_Records shown_
declare namespace NodeJS {
  interface ProcessEnv {
    /** Set by Next, which leaves out of a bundle what stands behind it where it does not hold. */
    readonly NEXT_RUNTIME?: 'nodejs' | 'edge';
  }
}
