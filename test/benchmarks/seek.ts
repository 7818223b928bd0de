import { seek, type SeekAsk, type StockPart } from '@/services/receiver';
import { anAsk, STOCK } from '../unit/receiver/stock-lists';
import { cpuSeconds, heading, line, thousands } from './measure';

const several = <T>(
  list: readonly StockPart<T>[],
  count: number,
  change: (values: T, by: number) => T,
): StockPart<T>[] =>
  Array.from({ length: count }, (_, i) => {
    const part = list[i % list.length];
    if (part === undefined) throw new RangeError('An empty list has no parts.');
    const round = Math.floor(i / list.length);
    return {
      code: `${part.code}/${round}`,
      cost: part.cost + 7 * round,
      stock: part.stock,
      values: change(part.values, 1 + round * 0.07),
    };
  });

/** A store of some size: formers, wires and small parts multiplied out from the invented one. */
const wide = anAsk({
  lists: {
    ...STOCK,
    formers: several(STOCK.formers, 8, (tube, by) => ({ ...tube, diameter: Number(tube.diameter) * by })),
    wires: several(STOCK.wires, 6, (wire, by) => ({
      bare: Number(wire.bare) * by,
      overall: Number(wire.overall) * by,
    })),
    couplings: several(STOCK.couplings, 8, (c) => c),
    returns: several(STOCK.returns, 6, (r) => r),
  },
});

/** Most processor time given to one search. */
const LIMIT = 20;

export function seekBenchmarks(): void {
  heading('Seek, combinations decided a second of processor time (200 k are asked)');
  const asks: [what: string, ask: SeekAsk][] = [
    ['small store, by cost', anAsk()],
    ['small store, by margin', anAsk({ rank: 'margin' })],
    ['wide store, capacitors to the aerial, by cost', { ...wide, couplings: ['direct', 'series-c'] }],
    ['wide store, taps too, by cost', wide],
    ['wide store, taps too, parts in store', { ...wide, rank: 'stock', inStoreOnly: true }],
  ];
  for (const [what, ask] of asks) {
    let spent = 0;
    let seeker: ReturnType<typeof seek> | null = null;
    spent += cpuSeconds(() => (seeker = seek(ask)));
    const now = (): ReturnType<typeof seek> => seeker ?? seek(ask);
    while (!now().progress().done && spent < LIMIT) {
      spent += cpuSeconds(() => {
        for (let i = 0; i < 20; i += 1) now().step();
      });
    }
    const { byBound, inFull, total } = now().progress().combinations;
    const end = now().progress().done ? `all ${thousands(total)}` : `stopped after ${LIMIT} s of ${thousands(total)}`;
    line(
      what,
      thousands((byBound + inFull) / spent),
      `by bound ${thousands(byBound)}, in full ${inFull}, ${end}, ${spent.toFixed(1)} s`,
    );
  }
}
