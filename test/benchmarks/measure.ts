import { PerformanceObserver } from 'node:perf_hooks';

/** Seconds of processor time that a piece of work takes: other work on the machine does not count. */
export function cpuSeconds(work: () => void): number {
  const begun = process.cpuUsage();
  work();
  const { user, system } = process.cpuUsage(begun);
  return (user + system) / 1e6;
}

export function median(values: readonly number[]): number {
  const sorted = [...values].sort((a, b) => a - b);
  const middle = sorted.length >> 1;
  const upper = sorted[middle] ?? NaN;
  return sorted.length % 2 === 1 ? upper : (upper + (sorted[middle - 1] ?? NaN)) / 2;
}

export function quantile(values: readonly number[], share: number): number {
  const sorted = [...values].sort((a, b) => a - b);
  return sorted[Math.min(sorted.length - 1, Math.floor(share * sorted.length))] ?? NaN;
}

const RUNS = 7;

/** Median rates of works that are compared, in pieces a second, run in turn so that both meet the same machine. */
export function rates(pieces: number, ...works: readonly (() => void)[]): number[] {
  for (const work of works) work();
  const times = works.map((): number[] => []);
  for (let run = 0; run < RUNS; run += 1) works.forEach((work, i) => times[i]?.push(cpuSeconds(work)));
  return times.map((each) => pieces / median(each));
}

export interface Growth {
  /** Bytes that the heap grew by, a piece; collections in between hide some, so they are counted. */
  bytes: number;
  collections: number;
}

/** Heap growth of a warm loop. */
export async function heapGrowth(pieces: number, work: () => void): Promise<Growth> {
  let collections = 0;
  const observer = new PerformanceObserver((list) => (collections += list.getEntries().length));
  work();
  globalThis.gc?.();
  await new Promise((done) => setTimeout(done, 20));
  observer.observe({ entryTypes: ['gc'] });
  const before = process.memoryUsage().heapUsed;
  work();
  const after = process.memoryUsage().heapUsed;
  await new Promise((done) => setTimeout(done, 20));
  observer.disconnect();
  return { bytes: (after - before) / pieces, collections };
}

export function thousands(value: number): string {
  if (value >= 1e6) return `${(value / 1e6).toFixed(2)} M`;
  return value >= 1e3 ? `${(value / 1e3).toFixed(1)} k` : value.toFixed(0);
}

/** One line of the table: what, figure, and what it is measured against. */
export function line(what: string, figure: string, against = ''): void {
  process.stdout.write(`${what.padEnd(62)}${figure.padStart(22)}${against === '' ? '' : `   ${against}`}\n`);
}

export function heading(what: string): void {
  process.stdout.write(`\n${what}\n`);
}
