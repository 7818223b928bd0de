import { within } from '../invalid-input';
import { capacitanceNeeded } from '../network/solve';
import { exp, log } from '../numeric/exp-log';
import { parseDesign } from '../parse';
import { prepared } from '../survey';
import type { Hertz } from '../units';
import { BLOCK, samplerOf } from './draws';

export interface ContourOptions {
  seed?: number | undefined;
  boxes?: number | undefined;
  /** Frequencies of the contour; they reach a quarter beyond the band. */
  points?: number | undefined;
}

export interface Contour {
  f: Hertz[];
  /** Share of boxes whose reach includes f. */
  share: number[];
}

/** Chance that a box reaches each frequency, for the contour of the reach rail: the same draws as the verdict's boxes. */
export function contour(input: unknown, { seed = 1, boxes = 2000, points = 61 }: ContourOptions = {}): Contour {
  within('seed', seed, 0, 4294967295);
  within('boxes', boxes, 1, 200000);
  within('points', points, 2, 1000);
  const design = parseDesign(input);
  const { plan } = prepared(design);
  const { circuit, mode, values } = plan;
  const low = design.band.lo / 1.25;
  const rate = log((design.band.hi * 1.25) / low) / (points - 1);
  const f = Array.from({ length: points }, (_, i) => low * exp(rate * i));
  const covered = new Float64Array(points);
  const x = Float64Array.from(plan.nominal);
  const sampler = samplerOf(values.entries, values.spread(), seed);
  const floor = new Uint8Array(points);
  circuit.drawing = true;
  for (let box = 0; box < boxes; box += 1) {
    if (box % BLOCK === 0) sampler.draw(Math.min(BLOCK, boxes - box));
    if (sampler.possible[box % BLOCK] !== 1) continue;
    sampler.row(box % BLOCK, x);
    plan.fill(x);
    if (!circuit.sound) continue;
    for (let i = 0; i < points; i += 1) {
      const c = capacitanceNeeded(circuit, f[i] ?? NaN);
      floor[i] = c <= circuit.cMax && (mode !== 'capacitor' || c >= circuit.cMin) ? 1 : 0;
    }
    if (mode !== 'capacitor') plan.moveTo(x, circuit.positionMin);
    for (let i = 0; i < points; i += 1) {
      if (floor[i] !== 1) continue;
      if (mode === 'capacitor' || capacitanceNeeded(circuit, f[i] ?? NaN) >= circuit.cMin)
        covered[i] = (covered[i] ?? 0) + 1;
    }
  }
  return { f, share: Array.from(covered, (count) => count / boxes) };
}
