import { newId } from '@/services/ids';
import { log } from '@/services/log';
import { Problem, type ProblemView } from '@/services/problem';

/** What the reader is told of any error. What is not the reader's doing is logged under a number that both see. */
export function problemOf(error: unknown): ProblemView {
  if (error instanceof Problem) return error.view();
  const id = newId();
  log().error({ errorId: id, error }, 'a deed failed');
  return {
    kind: 'unavailable',
    sentence: 'Something broke on our side. Nothing was changed and what you typed is kept; try again in a moment.',
    id,
  };
}
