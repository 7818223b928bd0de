import { capacitanceNeeded } from '../network/solve';
import type { Plan } from '../network/plan';
import { possible } from '../network/values';
import { clopperPearson } from '../numeric/quantiles';
import { samplerOf } from './draws';

export interface Share {
  covered: number;
  boxes: number;
  low: number;
  high: number;
}

export interface BoxOptions {
  seed: number;
  boxes: number;
  confidence: number;
  onProgress?: ((done: number, total: number) => void) | undefined;
}

/** Boxes between two reports of progress. */
const REPORT = 500;

/** Whether the circuit as filled reaches both edges of the band: no root, two solves. */
function covers(plan: Plan, x: Float64Array): boolean {
  const { circuit, design, mode } = plan;
  if (!circuit.sound || !(capacitanceNeeded(circuit, design.band.lo) <= circuit.cMax)) return false;
  if (mode !== 'capacitor') plan.moveTo(x, circuit.positionMin);
  return capacitanceNeeded(circuit, design.band.hi) >= circuit.cMin;
}

/** Share of simulated boxes that cover the band, with its limits: sampling noise only, not wrong assumptions. */
export function boxesOf(plan: Plan, options: BoxOptions): Share {
  const { seed, boxes, confidence, onProgress } = options;
  const { entries } = plan.values;
  const indices = plan.values.spread();
  let covered = 0;
  const x = Float64Array.from(plan.nominal);
  if (indices.length === 0) {
    plan.fill(x);
    covered = covers(plan, x) ? boxes : 0;
  } else {
    const sampler = samplerOf(entries, indices, seed);
    plan.circuit.drawing = true;
    for (let box = 0; box < boxes; box += 1) {
      sampler.next(x);
      if (possible(entries, x)) {
        plan.fill(x);
        if (covers(plan, x)) covered += 1;
      }
      if (onProgress !== undefined && (box + 1) % REPORT === 0) onProgress(box + 1, boxes);
    }
    plan.circuit.drawing = false;
    plan.fill(plan.nominal);
  }
  if (onProgress !== undefined && (boxes % REPORT !== 0 || indices.length === 0)) onProgress(boxes, boxes);
  const { low, high } = clopperPearson(covered, boxes, confidence);
  return { covered, boxes, low, high };
}
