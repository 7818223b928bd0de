import { capacitanceNeeded } from '../network/solve';
import type { Plan } from '../network/plan';
import { largestTurns } from '../network/point';
import type { Hertz } from '../units';
import type { Ends } from './reach';

/** More carriers than any band has; a finer step is looked at in this many places. */
const MOST = 4096;

/** Whether the set can be tuned to f. @see evaluate.md rule 7 */
export function tunable(plan: Plan, f: Hertz): boolean {
  const { circuit, mode, nominal } = plan;
  const needed = (position: number): number => {
    plan.moveTo(nominal, position);
    return capacitanceNeeded(circuit, f);
  };
  if (mode === 'capacitor') {
    const c = capacitanceNeeded(circuit, f);
    return c >= circuit.cMin && c <= circuit.cMax;
  }
  const { positionMin, positionMax } = circuit;
  let can: boolean;
  if (mode === 'slider-capacitor') {
    const turns = largestTurns(needed, positionMin, positionMax, circuit.cMin, circuit.cMax);
    const c = needed(turns);
    can = c >= circuit.cMin && c <= circuit.cMax;
  } else {
    can = needed(positionMax) <= circuit.cMax && needed(positionMin) >= circuit.cMin;
  }
  plan.moveTo(nominal, positionMax);
  return can;
}

/** First carrier strictly inside the reach that cannot be tuned; null where all can. The circuit stands as nominal. */
export function uncoveredCarrier(plan: Plan, reach: Ends): Hertz | null {
  const { firstCarrier, lastCarrier, step } = plan.design.band;
  const count = Math.floor((lastCarrier - firstCarrier) / step + 1e-9) + 1;
  const stride = Math.max(1, Math.ceil(count / MOST));
  for (let n = 0; n < count; n += stride) {
    const f = firstCarrier + n * step;
    if (f > reach.lo && f < reach.hi && !tunable(plan, f)) return f;
  }
  return null;
}
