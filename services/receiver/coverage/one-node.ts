import { effectiveHeight, radiationResistance, wireCapacitance } from '../aerial/wire';
import type { Plan } from '../network/plan';
import { coilResistanceAt } from '../network/solve';
import { at } from '../numeric/cells';
import { tan } from '../numeric/trig';
import { LIGHT_SPEED, TWO_PI, type Hertz, type Ohm } from '../units';
import { BLOCK, type Sampler } from './draws';

/** Counts the covered boxes among the first `count` of a block. */
export type Counter = (count: number) => number;

/** Values that the closed form reads; a design with a spread anywhere else takes the general way. */
const READ = [
  'aerial.r',
  'aerial.l',
  'aerial.c',
  'aerial.siteFactor',
  'aerial.effectiveHeight',
  'earth.r',
  'coupling.c',
  'coil.l',
  'coil.q',
  'coil.r',
  'coil.lFactor',
  'coil.cSelf',
  'stray',
  'detector.cj',
  'tuning.min',
  'tuning.max',
] as const;
type Read = (typeof READ)[number];

const AERIAL: readonly string[] = ['aerial.r', 'aerial.l', 'aerial.c', 'aerial.siteFactor', 'earth.r', 'coupling.c'];

/**
 * Coverage of a set with one node (aerial, coil and detector all at the top) in closed form, column by column: the same
 * operations in the same order as the solver, so the same boxes cover, several times as fast. Null where the design has
 * more nodes or a spread in what shapes its coil.
 * @see receiver.md C1, `direct`
 */
export function oneNodeCounter(plan: Plan, sampler: Sampler, indices: readonly number[]): Counter | null {
  const { circuit, design, mode, values } = plan;
  if (mode !== 'capacitor' || design.tuning.kind !== 'capacitor' || circuit.sections > 1 || circuit.primary)
    return null;
  if (design.padder !== undefined || design.trimmer !== undefined) return null;
  if (design.coil.kind === 'measured' && design.coil.l === undefined) return null;
  const paths = indices.map((index) => values.entries[index]?.path ?? '');
  if (paths.some((path) => !READ.some((read) => read === path))) return null;

  const columnOf = (path: Read, constant: number): Float64Array =>
    sampler.columns[paths.indexOf(path)] ?? new Float64Array(BLOCK).fill(constant);
  plan.fill(plan.nominal);
  const nominal = (path: Read): number => values.entries.find((entry) => entry.path === path)?.centre ?? 1;
  const wire = design.aerial.kind === 'wire';
  const bare =
    circuit.wire && design.aerial.kind === 'wire'
      ? wireCapacitance(circuit.vertical, circuit.horizontal, at(plan.nominal, indexOf(plan, 'aerial.radius')))
      : 0;
  const base = design.coil.kind === 'measured' ? null : (plan.wound?.inductance(0, plan.wound.turns) ?? null);
  const columns: Columns = {
    aerialR: columnOf('aerial.r', circuit.aerialR),
    aerialL: columnOf('aerial.l', circuit.aerialL),
    aerialC: wire ? columnOf('aerial.siteFactor', nominal('aerial.siteFactor')) : columnOf('aerial.c', circuit.aerialC),
    earthR: columnOf('earth.r', circuit.earthR),
    couplingC: columnOf('coupling.c', circuit.couplingC),
    l: base === null ? columnOf('coil.l', nominal('coil.l')) : new Float64Array(BLOCK).fill(base),
    factor: columnOf('coil.lFactor', nominal('coil.lFactor')),
    loss: circuit.loss === 'r' ? columnOf('coil.r', circuit.r) : columnOf('coil.q', circuit.q),
    cSelf: columnOf('coil.cSelf', circuit.cSelf),
    stray: columnOf('stray', circuit.stray),
    cj: columnOf('detector.cj', circuit.cj),
    cMin: columnOf('tuning.min', circuit.cMin),
    cMax: columnOf('tuning.max', circuit.cMax),
  };
  const form: Form = { plan, columns, bare, aerialFixed: paths.every((path) => !AERIAL.includes(path)) };
  const low = endOf(form, design.band.lo);
  const high = endOf(form, design.band.hi);
  const { possible } = sampler;
  return (count) => {
    low.needed(count);
    high.needed(count);
    return coveredIn(count, low.needs, high.needs, columns, possible);
  };
}

function indexOf(plan: Plan, path: string): number {
  return plan.values.entries.findIndex((entry) => entry.path === path);
}

interface Columns {
  aerialR: Float64Array;
  aerialL: Float64Array;
  /** Capacitance of the aerial; a wire's site factor. */
  aerialC: Float64Array;
  earthR: Float64Array;
  couplingC: Float64Array;
  l: Float64Array;
  factor: Float64Array;
  /** Q or series resistance. */
  loss: Float64Array;
  cSelf: Float64Array;
  stray: Float64Array;
  cj: Float64Array;
  cMin: Float64Array;
  cMax: Float64Array;
}

interface Form {
  plan: Plan;
  columns: Columns;
  /** Capacitance of a wire aerial before its site factor. */
  bare: number;
  aerialFixed: boolean;
}

interface End {
  needs: Float64Array;
  needed: (count: number) => void;
}

/** Capacitance needed at one edge of the band, for each box of the block. */
function endOf({ plan, columns, bare, aerialFixed }: Form, f: Hertz): End {
  const { circuit } = plan;
  const w = TWO_PI * f;
  const needs = new Float64Array(BLOCK);
  const aerial = new Float64Array(BLOCK);
  const length = circuit.vertical + circuit.horizontal;
  const wire: WireTerms | null = circuit.wire
    ? {
        bare,
        length,
        tangent: tan((w * length) / LIGHT_SPEED),
        radiation: radiationResistance(effectiveHeight(circuit.vertical, circuit.horizontal, f), f),
      }
    : null;
  const { earthC } = circuit;
  const coupled = circuit.couplingC > 0;
  const fillAerial = (count: number): void =>
    wire === null
      ? circuitAerial(count, w, columns, earthC, coupled, aerial)
      : wireAerial(count, w, columns, earthC, coupled, aerial, wire);
  if (aerialFixed) fillAerial(BLOCK);
  const byQ = circuit.loss === 'q';
  // The loss model's resistance follows from the geometry, which has no spread here; its core part follows L.
  const modelled = circuit.loss === 'model';
  return {
    needs,
    needed(count) {
      if (!aerialFixed) fillAerial(count);
      if (modelled) modelledCoil(plan, count, f, columns, aerial, needs);
      else knownCoil(count, w, byQ, columns, aerial, needs);
    },
  };
}

interface WireTerms {
  bare: number;
  length: number;
  tangent: number;
  radiation: Ohm;
}

function circuitAerial(
  count: number,
  w: number,
  columns: Columns,
  earthC: number,
  coupled: boolean,
  into: Float64Array,
): void {
  const { aerialR, aerialL, aerialC, earthR, couplingC } = columns;
  const earth = earthC > 0 ? 1 / (w * earthC) : 0;
  for (let i = 0; i < count; i += 1) {
    const r = at(aerialR, i) + at(earthR, i);
    let x = w * at(aerialL, i) - 1 / (w * at(aerialC, i));
    if (earthC > 0) x -= earth;
    if (coupled) x -= 1 / (w * at(couplingC, i));
    into[i] = -x / (r * r + x * x + 1e-18);
  }
}

function wireAerial(
  count: number,
  w: number,
  columns: Columns,
  earthC: number,
  coupled: boolean,
  into: Float64Array,
  { bare, length, tangent, radiation }: WireTerms,
): void {
  const { aerialR, aerialC, earthR, couplingC } = columns;
  const earth = earthC > 0 ? 1 / (w * earthC) : 0;
  for (let i = 0; i < count; i += 1) {
    const r = at(aerialR, i) + at(earthR, i) + radiation;
    let x = -length / (LIGHT_SPEED * (at(aerialC, i) * bare) * tangent);
    if (earthC > 0) x -= earth;
    if (coupled) x -= 1 / (w * at(couplingC, i));
    into[i] = -x / (r * r + x * x + 1e-18);
  }
}

function knownCoil(
  count: number,
  w: number,
  byQ: boolean,
  columns: Columns,
  aerial: Float64Array,
  into: Float64Array,
): void {
  const { l, factor, loss, cSelf, stray, cj } = columns;
  for (let i = 0; i < count; i += 1) {
    const x = w * (at(factor, i) * at(l, i));
    const r = byQ ? x / at(loss, i) : at(loss, i);
    const im = at(aerial, i) - x / (r * r + x * x) + w * (at(cSelf, i) + at(stray, i) + at(cj, i));
    into[i] = -im / w;
  }
}

function modelledCoil(
  { circuit }: Plan,
  count: number,
  f: Hertz,
  columns: Columns,
  aerial: Float64Array,
  into: Float64Array,
): void {
  const { l, factor, cSelf, stray, cj } = columns;
  const w = TWO_PI * f;
  for (let i = 0; i < count; i += 1) {
    circuit.l = at(factor, i) * at(l, i);
    const r = coilResistanceAt(circuit, f);
    const x = w * circuit.l;
    const im = at(aerial, i) - x / (r * r + x * x) + w * (at(cSelf, i) + at(stray, i) + at(cj, i));
    into[i] = -im / w;
  }
}

function coveredIn(
  count: number,
  low: Float64Array,
  high: Float64Array,
  { cMin, cMax, l, factor }: Columns,
  possible: Uint8Array,
): number {
  let covered = 0;
  for (let i = 0; i < count; i += 1) {
    const least = at(cMin, i);
    const most = at(cMax, i);
    const sound = possible[i] === 1 && least < most && at(factor, i) * at(l, i) > 0;
    if (sound && at(low, i) <= most && at(high, i) >= least) covered += 1;
  }
  return covered;
}
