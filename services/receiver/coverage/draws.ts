import { at } from '../numeric/cells';
import { asinh, exp, log } from '../numeric/exp-log';
import { normalAbove, normalQuantile, studentQuantileAbove } from '../numeric/quantiles';
import { advance, mulberry32, streamSeed, unitDraw } from '../numeric/random';
import type { Entry } from '../network/values';

/** Turns a uniform draw into a value of its part. */
export type Drawer = (u: number) => number;

/** Probability of a normal value below -3 sigma. */
const NORMAL_FROM = 1.3498980316300933e-3;
const NORMAL_SPAN = 1 - 2 * NORMAL_FROM;

/** @see evaluate.md rule 8; sigma of a normal value is a third of its tolerance, cut at +-3 sigma */
export function drawerOf(entry: Entry): Drawer {
  const { centre: x, tol: t, bin: b, dist, lot } = entry;
  if (lot !== null) {
    const quantile = studentTable(lot.n - 1);
    const width = lot.s * Math.sqrt(1 + 1 / lot.n);
    return (u) => x + width * quantile(u);
  }
  if (dist === 'normal') return (u) => x * (1 + (t / 3) * normalQuantile(NORMAL_FROM + u * NORMAL_SPAN));
  if (dist === 'binned') {
    return (u) => (u < 0.5 ? x * (1 - (b + (t - b) * (1 - 2 * u))) : x * (1 + b + (t - b) * (2 * u - 1)));
  }
  if (dist === 'log-uniform') {
    const width = log(1 + t);
    return (u) => x * exp(width * (2 * u - 1));
  }
  return (u) => x * (1 + t * (2 * u - 1));
}

/** Nodes a unit of the normal scale, and how far it reaches (a draw of 32 bits ends at 6.4). */
const NODES = 20;
const REACH = 7;

/**
 * Quantile of Student's t through a table over the normal scale, where its inverse hyperbolic sine is smooth; cubic
 * between the nodes, 1e-8 of the value.
 */
function studentTable(freedom: number): Drawer {
  const size = REACH * NODES + 3;
  const table = new Float64Array(size + 1);
  for (let i = 0; i <= size; i += 1) table[i] = asinh(studentQuantileAbove(normalAbove(i / NODES), freedom));
  return (u) => {
    const z = normalQuantile(u);
    const place = Math.abs(z) * NODES;
    const i = Math.min(Math.floor(place), size - 2);
    const s = place - i;
    const p0 = i === 0 ? -at(table, 1) : at(table, i - 1);
    const p1 = at(table, i);
    const p2 = at(table, i + 1);
    const p3 = at(table, i + 2);
    // Cubic through four neighbours at -1, 0, 1, 2.
    const value =
      (-s * (s - 1) * (s - 2) * p0) / 6 +
      ((s + 1) * (s - 1) * (s - 2) * p1) / 2 -
      ((s + 1) * s * (s - 2) * p2) / 2 +
      ((s + 1) * s * (s - 1) * p3) / 6;
    const t = 0.5 * (exp(value) - exp(-value));
    return z < 0 ? -t : t;
  };
}

/** Draws a row of values a box, each value from its own stream. */
export interface Sampler {
  next(x: Float64Array): void;
}

export function samplerOf(entries: readonly Entry[], indices: readonly number[], seed: number): Sampler {
  const states = new Uint32Array(indices.length);
  const drawers = indices.map((index) => drawerOf(entries[index] ?? missing(index)));
  indices.forEach((index, place) => {
    states[place] = streamSeed(seed, entries[index]?.path ?? '');
  });
  return {
    next(x) {
      for (let place = 0; place < indices.length; place += 1) {
        const state = advance(states[place] ?? 0);
        states[place] = state;
        const draw = drawers[place];
        if (draw !== undefined) x[indices[place] ?? 0] = draw(unitDraw(mulberry32(state)));
      }
    },
  };
}

function missing(index: number): never {
  throw new RangeError(`No value ${index} in this design.`);
}
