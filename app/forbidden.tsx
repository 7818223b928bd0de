import type { Metadata } from 'next';
import { PlainPage } from '@/components/shell/plain-page';
import { LinkButton } from '@/components/ui/link-button';
import { currentActor } from '@/services/people';

export const metadata: Metadata = { title: 'Not with your roles' };

/** What is not for the reader: staff are told whom to ask, a buyer where the own orders stand. */
export default async function Forbidden() {
  const actor = await currentActor();
  if (actor.kind !== 'staff') {
    return (
      <PlainPage title="This page is for the people of the yard" drawing="box">
        <p>You are signed in as a buyer. What you ordered stands under My orders, and the kits in the shop.</p>
        <p className="flex flex-wrap gap-3">
          <LinkButton href="/orders" variant="primary">
            My orders
          </LinkButton>
          <LinkButton href="/">To the shop</LinkButton>
        </p>
      </PlainPage>
    );
  }
  return (
    <PlainPage title="This is not part of your work here" drawing="terminal">
      <p>
        Each room is open to those whose role needs it. If you need this page for your work, ask the owner for the role;
        it counts from the next click.
      </p>
      <p className="flex flex-wrap gap-3">
        <LinkButton href="/account" variant="primary">
          See my roles
        </LinkButton>
        <LinkButton href="/">To the shop</LinkButton>
      </p>
    </PlainPage>
  );
}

_What you will do_
All lines that contain the word "modelledCoil" should be copied from the listing.

_Answer below_
      if (modelled) modelledCoil(plan, count, f, columns, aerial, needs);
function modelledCoil(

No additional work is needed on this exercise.